I set the terminal down gently and groped for the handle of the codes case, unable to take my eyes off the sight at my feet.
“How long?” I said. “How long have we got?”
“From a small breach like that?” said Bolton. “We may be all right for days, if the converters stay intact. I’m more concerned with what’s coming in through that breach. Let’s go now, start backing out. Eyes sharp.” He unslung his launcher, then something small and dark zigzagged through the air, too quick to follow.
“Wait,” I said.
Bolton armed the launcher.
“Now, Torres! We’ve risked our necks for you long enough. Now move!” I backed away reluctantly, unable to give up on the password.
We’d turned toward the assembly building, northward, when a ripping sound began close by. The air filled with smoke, then Peters shouted. A line of flame was eating its way across the wall toward him.

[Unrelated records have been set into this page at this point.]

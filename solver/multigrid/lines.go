package multigrid

import "epslim/solver/volume"

// lineFactor holds the elimination of all lines along one axis:
// inv = 1/(1 - lower*ratio of the cell before), ratio = upper*inv.
type lineFactor struct{ inv, ratio []float32 }

// factorLines eliminates the lines along every axis with more than one cell.
// Periodic lines are cut where they close; the coupling across the cut is
// lagged.
func (l *level) factorLines() {
	d := l.grid.Dim()
	l.lines = make([]lineFactor, d)
	for a := 0; a < d; a++ {
		f := lineFactor{make([]float32, l.lay.Len), make([]float32, l.lay.Len)}
		l.lines[a] = f
		up, down := l.coef[2*a], l.coef[2*a+1]
		if a == 0 {
			l.each(func(_, lo, hi int) {
				for r := lo; r < hi; r++ {
					s := l.lay.Row(r)
					prev := 0.0
					for i := s; i < s+l.lay.Nx; i++ {
						low := float64(down[i])
						if i == s {
							low = 0
						}
						inv := 1 / pivot(1-low*prev)
						prev = float64(up[i]) * inv
						f.inv[i], f.ratio[i] = float32(inv), float32(prev)
					}
				}
			})
			continue
		}
		l.eachLine(a, func(rows []int) {
			prev := make([]float64, l.lay.Nx)
			for q, r := range rows {
				s := l.lay.Row(r)
				for i := range prev {
					low := float64(down[s+i])
					if q == 0 {
						low = 0
					}
					inv := 1 / pivot(1-low*prev[i])
					prev[i] = float64(up[s+i]) * inv
					f.inv[s+i], f.ratio[s+i] = float32(inv), float32(prev[i])
				}
			}
		})
	}
}

// pivot keeps a line that is cut off from all others solvable: its correction
// is then left to the coarser grids.
func pivot(p float64) float64 {
	if p < 1e-6 {
		return 1e-6
	}
	return p
}

// eachLine calls body with the rows of every line of rows along axis a > 0.
func (l *level) eachLine(a int, body func(rows []int)) {
	ny, nz := l.lay.Shape(1), l.lay.Shape(2)
	n, other, step, stride := ny, nz, 1, ny
	if a == 2 {
		n, other, step, stride = nz, ny, ny, 1
	}
	volume.Parallel(l.workers(), other, func(_, lo, hi int) {
		rows := make([]int, n)
		for o := lo; o < hi; o++ {
			for q := range rows {
				rows[q] = o*stride + q*step
			}
			body(rows)
		}
	})
}

// lineSweep runs zebra Gauss-Seidel over the lines along all axes in turn,
// backwards with reverse.
func (l *level) lineSweep(x, b []float32, reverse bool) {
	if l.lines == nil {
		l.factorLines()
	}
	d := l.grid.Dim()
	for q := 0; q < d; q++ {
		a := q
		if reverse {
			a = d - 1 - q
		}
		if l.grid.Axis(a).Cells() == 1 {
			continue
		}
		for colour := 0; colour < 2; colour++ {
			c := colour
			if reverse {
				c = 1 - colour
			}
			if a == 0 {
				l.linesAlongRows(x, b, c)
			} else {
				l.linesAcrossRows(a, x, b, c)
			}
		}
	}
}

// linesAlongRows solves the rows of one colour.
func (l *level) linesAlongRows(x, b []float32, colour int) {
	f := l.lines[0]
	down := l.coef[1]
	n := l.lay.Nx
	periodic := l.lay.PeriodicX
	if l.full && l.grid.Dim() == 3 {
		// Links off the axes reach rows of the same colour: one goroutine.
		l.rowLines(0, l.lay.Rows, x, b, colour, f, down, n, periodic)
		return
	}
	l.each(func(_, lo, hi int) { l.rowLines(lo, hi, x, b, colour, f, down, n, periodic) })
}

const lineGroup = 4

func (l *level) rowLines(lo, hi int, x, b []float32, colour int, f lineFactor, down []float32, n int, periodic bool) {
	v := l.views()
	var rhs [lineGroup][]float32
	for q := range rhs {
		rhs[q] = make([]float32, n)
	}
	var group [lineGroup]int
	count := 0
	flush := func() {
		if count == lineGroup {
			solveFour(rhs, x, &group, f, down, n)
		} else {
			for q := 0; q < count; q++ {
				solveOne(rhs[q], x, group[q], f, down, n)
			}
		}
		count = 0
	}
	for r := lo; r < hi; r++ {
		if l.colourOf(r) != colour {
			continue
		}
		s := l.lay.Row(r)
		v.set(l, x, r)
		g := rhs[count]
		copy(g, b[s:][:n])
		for c := range v.coef {
			if c < 2 {
				continue
			}
			co, nb := v.coef[c], v.nb[c][:n]
			for i := range g {
				g[i] += float32(co[i] * nb[i])
			}
		}
		if periodic {
			g[0] += l.coef[1][s] * x[s+n-1]
			g[n-1] += l.coef[0][s+n-1] * x[s]
		}
		group[count] = s
		if count++; count == lineGroup {
			flush()
		}
	}
	flush()
	for r := lo; r < hi; r++ {
		if l.colourOf(r) == colour {
			l.wrap(x, r)
		}
	}
}

func solveOne(t, x []float32, s int, f lineFactor, down []float32, n int) {
	inv, ratio, low := f.inv[s:][:n], f.ratio[s:][:n], down[s:][:n]
	var p float32
	for i := range t {
		if i > 0 {
			p = float32(low[i] * p)
		}
		p = float32((t[i] + p) * inv[i])
		t[i] = p
	}
	y := x[s:][:n]
	p = 0
	for i := n - 1; i >= 0; i-- {
		if i == n-1 {
			p = t[i]
		} else {
			p = t[i] + float32(ratio[i]*p)
		}
		y[i] = p
	}
}

// solveFour interleaves four independent lines to hide the latency of the
// recurrences; the arithmetic is that of solveOne.
func solveFour(t [lineGroup][]float32, x []float32, at *[lineGroup]int, f lineFactor, down []float32, n int) {
	t0, t1, t2, t3 := t[0][:n], t[1][:n], t[2][:n], t[3][:n]
	i0, i1, i2, i3 := f.inv[at[0]:][:n], f.inv[at[1]:][:n], f.inv[at[2]:][:n], f.inv[at[3]:][:n]
	d0, d1, d2, d3 := down[at[0]:][:n], down[at[1]:][:n], down[at[2]:][:n], down[at[3]:][:n]
	p0, p1, p2, p3 := float32(t0[0]*i0[0]), float32(t1[0]*i1[0]), float32(t2[0]*i2[0]), float32(t3[0]*i3[0])
	t0[0], t1[0], t2[0], t3[0] = p0, p1, p2, p3
	for i := 1; i < n; i++ {
		p0 = float32((t0[i] + float32(d0[i]*p0)) * i0[i])
		p1 = float32((t1[i] + float32(d1[i]*p1)) * i1[i])
		p2 = float32((t2[i] + float32(d2[i]*p2)) * i2[i])
		p3 = float32((t3[i] + float32(d3[i]*p3)) * i3[i])
		t0[i], t1[i], t2[i], t3[i] = p0, p1, p2, p3
	}
	r0, r1, r2, r3 := f.ratio[at[0]:][:n], f.ratio[at[1]:][:n], f.ratio[at[2]:][:n], f.ratio[at[3]:][:n]
	y0, y1, y2, y3 := x[at[0]:][:n], x[at[1]:][:n], x[at[2]:][:n], x[at[3]:][:n]
	y0[n-1], y1[n-1], y2[n-1], y3[n-1] = p0, p1, p2, p3
	for i := n - 2; i >= 0; i-- {
		p0 = t0[i] + float32(r0[i]*p0)
		p1 = t1[i] + float32(r1[i]*p1)
		p2 = t2[i] + float32(r2[i]*p2)
		p3 = t3[i] + float32(r3[i]*p3)
		y0[i], y1[i], y2[i], y3[i] = p0, p1, p2, p3
	}
}

const columnBlock = 64

// linesAcrossRows solves the lines of one colour along axis a > 0. The colour
// of a line is the parity of its column plus that of its place along the
// remaining axis. Columns are taken in blocks that stay in the cache between
// the two passes.
func (l *level) linesAcrossRows(a int, x, b []float32, colour int) {
	n := l.lay.Nx
	blocks := (n + columnBlock - 1) / columnBlock
	ny, nz := l.lay.Shape(1), l.lay.Shape(2)
	length, other, step, stride := ny, nz, 1, ny
	if a == 2 {
		length, other, step, stride = nz, ny, ny, 1
	}
	workers := l.workers()
	if l.lay.PeriodicX && n%2 == 1 || l.full {
		workers = 1
	}
	body := func(_, lo, hi int) {
		v := l.views()
		for t := lo; t < hi; t++ {
			o, i0 := t/blocks, t%blocks*columnBlock
			first := i0 + (colour+o)&1
			l.solveColumns(v, a, x, b, o*stride, step, length, first, min(i0+columnBlock, n))
		}
	}
	volume.Parallel(workers, other*blocks, body)
	if l.lay.PeriodicX {
		for r := 0; r < l.lay.Rows; r++ {
			l.wrap(x, r)
		}
	}
}

// solveColumns solves every second column from first to end along the rows
// row0, row0+step, ...
func (l *level) solveColumns(v *views, a int, x, b []float32, row0, step, length, first, end int) {
	f := l.lines[a]
	m := end - first
	if m <= 0 {
		return
	}
	periodic := l.grid.Axis(a).IsPeriodic()
	for q := 0; q < length; q++ {
		r := row0 + q*step
		s := l.lay.Row(r) + first
		t := v.buf[:m]
		bb := b[s:][:m]
		for i := 0; i < m; i += 2 {
			t[i] = bb[i]
		}
		for c := range l.coef {
			if c/2 == a {
				upper := c%2 == 0
				atCut := upper && q == length-1 || !upper && q == 0
				if upper && !atCut || atCut && !periodic {
					continue // eliminated, or beyond a side
				}
			}
			co, nb := l.coef[c][s:][:m], x[l.lay.Row(int(l.rows[c][r]))+l.shift[c]+first:][:m]
			for i := 0; i < m; i += 2 {
				t[i] += float32(co[i] * nb[i])
			}
		}
		y, inv := x[s:][:m], f.inv[s:][:m]
		for i := 0; i < m; i += 2 {
			y[i] = t[i] * inv[i]
		}
	}
	for q := length - 2; q >= 0; q-- {
		s := l.lay.Row(row0+q*step) + first
		y, next, ratio := x[s:][:m], x[l.lay.Row(row0+(q+1)*step)+first:][:m], f.ratio[s:][:m]
		for i := 0; i < m; i += 2 {
			y[i] += float32(ratio[i] * next[i])
		}
	}
}
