package multigrid

import (
	"context"
	"flag"
	"fmt"
	"runtime"
	"runtime/debug"
	"slices"
	"strconv"
	"strings"
	"syscall"
	"testing"
	"time"

	"epslim/solver/grid"
	"epslim/solver/volume"
)

// The campaign measures what docs/performance-fv.md reports:
//
//	go test ./solver/multigrid -run Campaign -campaign "A1:2:64,128;A2:3:96" -v
//
// Each entry is problem:dimension:cells along an axis. Times are processor
// times of this process, which a shared machine does not disturb much, and
// wall times beside them.
var (
	campaign        = flag.String("campaign", "", "problems to measure, as A1:2:64,128;A2:3:96")
	campaignWorkers = flag.Int("campaign.workers", 1, "goroutines")
	campaignReps    = flag.Int("campaign.reps", 5, "repetitions; medians are shown")
)

func cpuSeconds() float64 {
	var r syscall.Rusage
	if err := syscall.Getrusage(syscall.RUSAGE_SELF, &r); err != nil {
		return 0
	}
	return float64(r.Utime.Sec+r.Stime.Sec) + 1e-6*float64(r.Utime.Usec+r.Stime.Usec)
}

type stopwatch struct {
	cpu  float64
	wall time.Time
}

func startWatch() stopwatch { return stopwatch{cpuSeconds(), time.Now()} }

func (s stopwatch) read() (cpu, wall float64) {
	return cpuSeconds() - s.cpu, time.Since(s.wall).Seconds()
}

func median(v []float64) float64 {
	v = slices.Clone(v)
	slices.Sort(v)
	return v[len(v)/2]
}

func TestCampaign(t *testing.T) {
	if *campaign == "" {
		t.Skip("give -campaign to measure")
	}
	runtime.GOMAXPROCS(max(1, *campaignWorkers))
	fmt.Printf("| problem | cells | iterations | assembly cpu s | setup cpu s | solve cpu s | setup+solve cpu s | wall s | matvec ms | matvecs | residual | reduction of M p0, p0 = 1/A | live bytes/unknown |\n|%s\n", strings.Repeat(" --- |", 13))
	for _, entry := range strings.Split(*campaign, ";") {
		part := strings.Split(entry, ":")
		dim, err := strconv.Atoi(part[1])
		if err != nil {
			t.Fatal(err)
		}
		p := map[string]swirlProblem{"A1": {0, 1}, "A2": {20, 1}, "S200": {200, 1}, "S2000": {2000, 1}, "S20000": {20000, 1}, "S2e6": {2e6, 1},
			"R0.1": {20, 0.1}, "R0.01": {20, 0.01}, "R1e-4": {20, 1e-4}, "R1e4": {20, 1e4}}[part[0]]
		for _, size := range strings.Split(part[2], ",") {
			n, err := strconv.Atoi(size)
			if err != nil {
				t.Fatal(err)
			}
			measure(t, part[0], p, dim, n)
		}
	}
}

func measure(t *testing.T, name string, p swirlProblem, dim, n int) {
	ctx := context.Background()
	g := square(t, dim, n, grid.Reflecting)
	var asm, setup, solve, total, wall, mv []float64
	var st Stats
	var reduction, bytes float64
	for rep := 0; rep < *campaignReps; rep++ {
		debug.FreeOSMemory()
		w := startWatch()
		m, err := volume.Assemble(ctx, g, p, volume.Settings{Workers: *campaignWorkers})
		if err != nil {
			t.Fatal(err)
		}
		c, _ := w.read()
		asm = append(asm, c)
		w = startWatch()
		sv, err := New(ctx, m, p, 0, false, Settings{})
		if err != nil {
			t.Fatal(err)
		}
		c1, w1 := w.read()
		w = startWatch()
		var x []float64
		x, st = sv.Stationary(ctx)
		c2, w2 := w.read()
		setup, solve, total, wall = append(setup, c1), append(solve, c2), append(total, c1+c2), append(wall, w1+w2)
		var ms runtime.MemStats
		runtime.GC()
		runtime.ReadMemStats(&ms)
		bytes = float64(ms.HeapAlloc) / float64(g.Cells())
		y := m.Layout.Vector()
		m.Apply(y, x, 0)
		w = startWatch()
		const times = 5
		for i := 0; i < times; i++ {
			m.Apply(y, x, 0)
		}
		_, mvWall := w.read()
		c, _ = w.read()
		mv = append(mv, min(c, mvWall*float64(*campaignWorkers))/times)
		reduction = outflow(m, x) / outflow(m, inverseDiffusion(m, p))
		runtime.KeepAlive(sv)
	}
	fmt.Printf("| %s | %s | %d %v | %.4f | %.4f | %.4f | %.4f | %.4f | %.3f | %.0f | %.1e | %.1e | %.0f |\n", name, g, st.Iterations, st.Smoother, median(asm), median(setup), median(solve), median(total), median(wall),
		median(mv)*1e3, median(total)/median(mv), st.Residual, reduction, bytes)
}

// inverseDiffusion is the first guess of the programs compared with, 1/A_xx.
func inverseDiffusion(m *volume.Operator, p swirlProblem) []float64 {
	x := m.Layout.Vector()
	pt := make([][]float64, m.Grid.Dim())
	f := make([][]float64, m.Grid.Dim())
	a := make([][]float64, m.Grid.Dim()*(m.Grid.Dim()+1)/2)
	for i := range pt {
		pt[i], f[i] = make([]float64, 1), make([]float64, 1)
	}
	for i := range a {
		a[i] = make([]float64, 1)
	}
	for k := 0; k < m.Grid.Cells(); k++ {
		for d, v := range m.Grid.CenterOf(k) {
			pt[d][0] = v
		}
		if err := p.Eval(pt, f, a); err != nil {
			panic(err)
		}
		x[m.Layout.Row(k/m.Layout.Nx)+k%m.Layout.Nx] = 1 / a[0][0]
	}
	mass := m.Mass(x)
	for i := range x {
		x[i] /= mass
	}
	return x
}

// outflow returns |M p| over the cells.
func outflow(m *volume.Operator, x []float64) float64 {
	y := m.Layout.Vector()
	m.Apply(y, x, 0)
	s := &Solver{m: m, part: make([]float64, 3*m.Layout.Rows)}
	return s.norm(y)
}
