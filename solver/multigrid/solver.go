package multigrid

import (
	"context"
	"errors"
	"fmt"
	"math"
	"time"

	"epslim/solver/volume"
)

// Outcome says how a solve ended.
type Outcome int

// The outcomes.
const (
	Converged      Outcome = iota // the residual is below the tolerance
	Stagnated                     // rounding or the method allows no further reduction
	IterationLimit                // stopped at the largest number of iterations
	Cancelled                     // stopped by the context; the last iterate is kept
	Metastable                    // the residual is small but the weights of parts that hardly exchange mass have not settled
)

var outcomes = [...]struct {
	name   string
	usable bool // the result may be used, its residual says how well
}{
	Converged:      {"converged", true},
	Stagnated:      {"no further reduction of the residual possible", true},
	IterationLimit: {"stopped at the iteration limit", false},
	Cancelled:      {"interrupted; the last iterate is kept", false},
	Metastable:     {"the weights of parts that hardly exchange mass have not settled", false},
}

// String returns a sentence fragment for reports.
func (o Outcome) String() string {
	if o < 0 || int(o) >= len(outcomes) {
		return fmt.Sprintf("Outcome(%d)", int(o))
	}
	return outcomes[o].name
}

// Smoother selects what damps the short waves.
type Smoother int

// The smoothers.
const (
	Auto  Smoother = iota // Point first, Line when convergence is slow
	Point                 // Gauss-Seidel in colours
	Line                  // zebra line Gauss-Seidel along every axis
)

// String names the smoother in reports.
func (s Smoother) String() string { return [...]string{"auto", "point", "line"}[s] }

// Settings steers a solve. The zero value is usable.
type Settings struct {
	Tolerance     float64 // on the scaled residual: |D^-1 M p|/|p| for stationary problems, |D^-1 r|/|D^-1 b| for others, D the diagonal; 0 means 1e-14 for stationary problems, 1e-12 for others
	MaxIterations int     // of BiCGStab, two cycles each; 0 means 200
	Smoother      Smoother
	Progress      func(iteration int, residual float64) // called after every iteration; may be nil
}

// Stats is the diagnosis of a solve.
type Stats struct {
	Outcome    Outcome
	Iterations int       // BiCGStab iterations, all smoothers together
	Residual   float64   // scaled residual at the end, computed anew
	Start      float64   // scaled residual of the first guess
	History    []float64 // after every iteration
	Smoother   Smoother  // the one in use at the end
	Levels     int
	// WeightChange is the L1 change of the weights of blocks of cells in the last
	// aggregation step, an estimate of the error that a small residual hides
	// when parts of the density hardly exchange mass.
	WeightChange float64
	Setup        time.Duration // coarse operators and first guess
	Solve        time.Duration
}

// Solver holds the hierarchy for one operator and one shift.
type Solver struct {
	m        *volume.Operator
	h        *hierarchy
	kind     cycleKind
	settings Settings
	inv      []float64 // 1/diagonal
	setup    time.Duration
	work     [7][]float64
	part     []float64
}

// slowAfter is the number of point-smoothed iterations after which Auto looks
// whether lines would be better.
const slowAfter = 4

// New builds the hierarchy for M + shift V, or its transpose. The coefficients
// are evaluated on every coarse grid. In the singular case (shift zero and no
// absorbing side) it returns a *volume.ReducibleError when the stationary
// density is not unique.
func New(ctx context.Context, m *volume.Operator, c volume.Coefficients, shift float64, adjoint bool, s Settings) (*Solver, error) {
	if shift < 0 {
		return nil, fmt.Errorf("multigrid: negative shift %g", shift)
	}
	start := time.Now()
	if shift == 0 && m.Kill == nil {
		if adjoint {
			return nil, errors.New("multigrid: the transposed problem without shift or absorbing side is singular")
		}
		if _, err := volume.SingleClass(m); err != nil {
			return nil, err
		}
	}
	kind := pointCycle(m.Grid)
	if s.Smoother == Line {
		kind = lineCycle
	}
	h, err := newHierarchy(ctx, m, c, shift, adjoint, kind)
	if err != nil {
		return nil, err
	}
	sv := &Solver{m: m, h: h, kind: kind, settings: s}
	l := h.levels[0]
	sv.inv = l.scale
	for i, v := range sv.inv {
		if v > 0 {
			sv.inv[i] = 1 / v
		}
	}
	l.scale = nil
	copy(sv.work[:], volume.Block64(len(sv.work), m.Layout.Len))
	sv.part = make([]float64, 3*m.Layout.Rows)
	sv.setup = time.Since(start)
	return sv, nil
}

// Stationary solves M p = 0 from the first guess of the full multigrid pass. The result is scaled
// to mass one.
func (s *Solver) Stationary(ctx context.Context) ([]float64, Stats) {
	p := s.m.Layout.Vector()
	for r := 0; r < s.m.Layout.Rows; r++ {
		x := s.h.levels[0].x[s.m.Layout.Row(r):][:s.m.Layout.Nx]
		dst := s.row(p, r)
		for i, v := range x {
			dst[i] = float64(v)
		}
	}
	tol := s.settings.Tolerance
	if tol == 0 {
		tol = 1e-14
	}
	st := s.iterate(ctx, p, nil, tol)
	if s.m.Report.Monotone {
		volume.Positive(s.m, p)
		s.weigh(ctx, p, tol, &st)
	}
	mass := s.m.Mass(p)
	for i := range p {
		p[i] /= mass
	}
	return p, st
}

// weighRounds bounds the number of aggregation steps.
const weighRounds = 12

// weighTolerance is the L1 change of the block weights below which they count
// as settled; weighLimit the one above which they are not known.
const (
	weighTolerance = 1e-10
	weighLimit     = 1e-6
)

// weigh alternates aggregation with further iterations until the weights of
// the blocks stay. For densities that hang together the first step changes
// nothing and costs about a sweep.
func (s *Solver) weigh(ctx context.Context, p []float64, tol float64, st *Stats) {
	keep := append([]float64(nil), p...)
	for round := 0; round < weighRounds && st.Outcome != Cancelled && st.Outcome != IterationLimit && ctx.Err() == nil; round++ {
		copy(keep, p)
		change, err := volume.Rebalance(s.m, p)
		if err != nil || math.IsNaN(change) {
			copy(p, keep)
			return
		}
		st.WeightChange = change
		if change < weighTolerance {
			copy(p, keep)
			return
		}
		more := s.iterate(ctx, p, nil, tol)
		volume.Positive(s.m, p)
		st.Iterations += more.Iterations
		st.History = append(st.History, more.History...)
		st.Residual, st.Outcome = more.Residual, more.Outcome
		st.Solve += more.Solve
	}
	if st.WeightChange > weighLimit && st.Outcome == Converged {
		st.Outcome = Metastable
	}
}

// Solve improves x until (M + shift V) x = b, or the transposed system, holds to the
// tolerance relative to the scaled right-hand side.
func (s *Solver) Solve(ctx context.Context, x, b []float64) Stats {
	tol := s.settings.Tolerance
	if tol == 0 {
		tol = 1e-12
	}
	if s.scaledNorm(b) == 0 {
		clear(x)
		return Stats{Levels: len(s.h.levels)}
	}
	return s.iterate(ctx, x, b, tol)
}
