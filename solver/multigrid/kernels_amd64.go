//go:build !race

package multigrid

import "golang.org/x/sys/cpu"

var hasAVX2 = cpu.X86.HasAVX2

//go:noescape
func relaxAVX2(x, b *float32, coef, nb *[]float32, pairs, n, first int)

//go:noescape
func relaxZeroAVX2(x, b *float32, n, first int)

//go:noescape
func normaliseAVX2(dst *float32, v, w *float64, n int)

//go:noescape
func residualAVX2(r, x, b, w *float32, coef, nb *[]float32, pairs, n int)

//go:noescape
func pairSumAVX2(dst, a, b *float32, n int)

//go:noescape
func spreadAVX2(f, t *float32, n int, quarter, threeQuarters float32)

//go:noescape
func blendAVX2(t, a, b *float32, n int, u, w float32)

// The functions ending in Fast do the leading part of the portable kernels of
// the same names with vector instructions, in the same order of operations and
// without fused multiplication, so the bits are the same. They return how many
// cells they did.

func relaxFast(x, b []float32, coef, nb [][]float32, first int) int {
	n := len(x) &^ 15
	if !hasAVX2 || n == 0 {
		return 0
	}
	relaxAVX2(&x[0], &b[0], &coef[0], &nb[0], len(coef)/2, n, first)
	return n
}

func residualFast(r, x, b, w []float32, coef, nb [][]float32) int {
	n := len(r) &^ 15
	if !hasAVX2 || n == 0 {
		return 0
	}
	residualAVX2(&r[0], &x[0], &b[0], &w[0], &coef[0], &nb[0], len(coef)/2, n)
	return n
}

func pairSumFast(dst, a, b []float32) int {
	n := min(len(dst), len(a)/2) &^ 7
	if !hasAVX2 || n == 0 {
		return 0
	}
	pairSumAVX2(&dst[0], &a[0], &b[0], n)
	return n
}

// spreadFast needs readable cells on both sides of t.
func spreadFast(f, t []float32) int {
	n := len(t) &^ 7
	if !hasAVX2 || n == 0 {
		return 0
	}
	spreadAVX2(&f[0], &t[0], n, 0.25, 0.75)
	return n
}

func blendFast(t, a, b []float32, u, w float32) int {
	n := len(t) &^ 7
	if !hasAVX2 || n == 0 {
		return 0
	}
	blendAVX2(&t[0], &a[0], &b[0], n, u, w)
	return n
}

func relaxZeroFast(x, b []float32, first int) int {
	n := len(x) &^ 7
	if !hasAVX2 || n == 0 {
		return 0
	}
	relaxZeroAVX2(&x[0], &b[0], n, first)
	return n
}

func normaliseFast(dst []float32, v, w []float64) int {
	n := len(dst) &^ 7
	if !hasAVX2 || n == 0 {
		return 0
	}
	normaliseAVX2(&dst[0], &v[0], &w[0], n)
	return n
}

Bolton moved his launcher and fired down the alley. With a crump and a rumbling concussion the flame went out. Someone backed into me. I fought to keep my grip on the case.
A dozen drones appeared at the end of the alley leading the other way, to the south. They were thicker and squatter than the one in the cage, and they wandered back and forth without apparent purpose, back and forth past the far entrance to the alley. Bolton fired again.
“All right, back it up. North, all of you. Torres, get a hold of Peters there and run like the devil!”
“South!” shouted another. “They’re coming up from the south, too!” Tiny shapes flitted through the air.
“Get away—”
Someone fell as lances of blue flame shot into the square from the south. I grabbed Peters’ arm and shook him out of his confusion, then the wall next to us exploded and crumbled. Peters’ arm jerked in my hand and he stumbled. In the next instant Bolton sent us flying while something crashed to the ground where we’d been standing.